Hamilton v. City of New York

In a negligence action to recover damages for personal injuries, etc., the third-party defendant appeals from so much of an order of the Supreme Court, Kings County (Hutcherson, J.), dated June 29, 1989, as denied its motion for partial summary judgment dismissing that part of the complaint which would hold it liable for anything covered by the insurance policy in issue, and the defendants third-party plaintiffs cross-appeal from so much of the same order as denied that branch of their motion which was to dismiss the third-party defendant’s first affirmative defense.

Ordered that the order is affirmed insofar as appealed and cross-appealed from, without costs or disbursements.

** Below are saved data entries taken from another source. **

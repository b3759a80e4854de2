#include "model/neighbourhood.h"

#include <catch2/catch.hpp>
#include <cmath>
#include <set>
#include <tuple>

#include "core/error.h"

using namespace stillfield;

namespace {

// Every neighbour weighs nearest distance over distance, occurs once and has its opposite.
void check(const Neighbourhood& n, double spacing_z, double nearest) {
  std::set<std::tuple<int, int, int>> seen;
  for (const NeighbourRing& ring : n.rings) {
    for (const Displacement& d : ring.neighbours) {
      const double distance = std::sqrt(d.x * d.x + d.y * d.y + spacing_z * spacing_z * d.z * d.z);
      CHECK(ring.weight == Approx(nearest / distance));
      CHECK(seen.insert({d.x, d.y, d.z}).second);
    }
  }
  for (const auto& [x, y, z] : seen) CHECK(seen.count({-x, -y, -z}) == 1);
  CHECK(static_cast<int>(seen.size()) == static_cast<int>(n.connectivity));
}

}  // namespace

TEST_CASE("planes have 4 neighbours, or 8 with the diagonal ones at 1 / sqrt 2") {
  const Neighbourhood four = make_neighbourhood(Connectivity::kFour);
  check(four, 1.0, 1.0);
  CHECK(four.rings.size() == 1);
  CHECK(four.total_weight() == 4.0);
  const Neighbourhood eight = make_neighbourhood(Connectivity::kEight);
  check(eight, 1.0, 1.0);
  REQUIRE(eight.rings.size() == 2);
  CHECK(eight.rings[0].weight == 1.0);
  CHECK(eight.rings[1].weight == Approx(1.0 / std::sqrt(2.0)));
  CHECK(eight.total_weight() == Approx(4.0 + 4.0 / std::sqrt(2.0)));
}

TEST_CASE("volumes weigh neighbours by their real distance") {
  const Neighbourhood cube = make_neighbourhood(Connectivity::kTwentySix);
  check(cube, 1.0, 1.0);
  CHECK(cube.rings.size() == 3);
  CHECK(cube.total_weight() == Approx(6.0 + 12.0 / std::sqrt(2.0) + 8.0 / std::sqrt(3.0)));
  const Neighbourhood thick = make_neighbourhood(Connectivity::kTwentySix, 3.0);
  check(thick, 3.0, 1.0);
  CHECK(thick.rings.size() == 5);
  const Neighbourhood thin = make_neighbourhood(Connectivity::kTwentySix, 0.5);
  check(thin, 0.5, 0.5);
  CHECK(thin.rings.front().neighbours.size() == 2);
  check(make_neighbourhood(Connectivity::kSix), 1.0, 1.0);
  check(make_neighbourhood(Connectivity::kSix, 2.0), 2.0, 1.0);
}

TEST_CASE("a distance between slices that is no distance is refused") {
  for (const double spacing : {0.0, -1.0, std::nan("")}) {
    CHECK_THROWS_AS(make_neighbourhood(Connectivity::kSix, spacing), Error);
  }
}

The general liability policy at issue was procured by the defendants third-party plaintiffs from Employers Insurance of Wausau. The third-party defendant was named as an additional insured under that policy.

In its first affirmative defense to the third-party action, the third-party defendant asserted that the third-party action was, in part, a subrogation suit brought against it by its own insurance carriers. The defendants third-party plaintiffs met their burden of demonstrating the existence of triable issues of fact by citing the employee exclusion provision of the policy. The third-party defendant countered with a claim of waiver and/or estoppel. Significantly, at no time prior to the time the underlying motions were made did any party seek a declaration of coverage. It cannot be determined, at this juncture, whether the third-party action is one brought by an insurer improperly pursuing subrogation against its own insured (cf. Pennsylvania Gen. Ins. Co. v Austin Powder Co., 68 NY2d 465).

We further find that the determination as to whether the third-party defendant’s first affirmative defense should be dismissed must await a judgment in the main action and the payment of the plaintiffs’ award, if any. Bracken, J. P., Kunzeman, Sullivan and Rosenblatt, JJ., concur.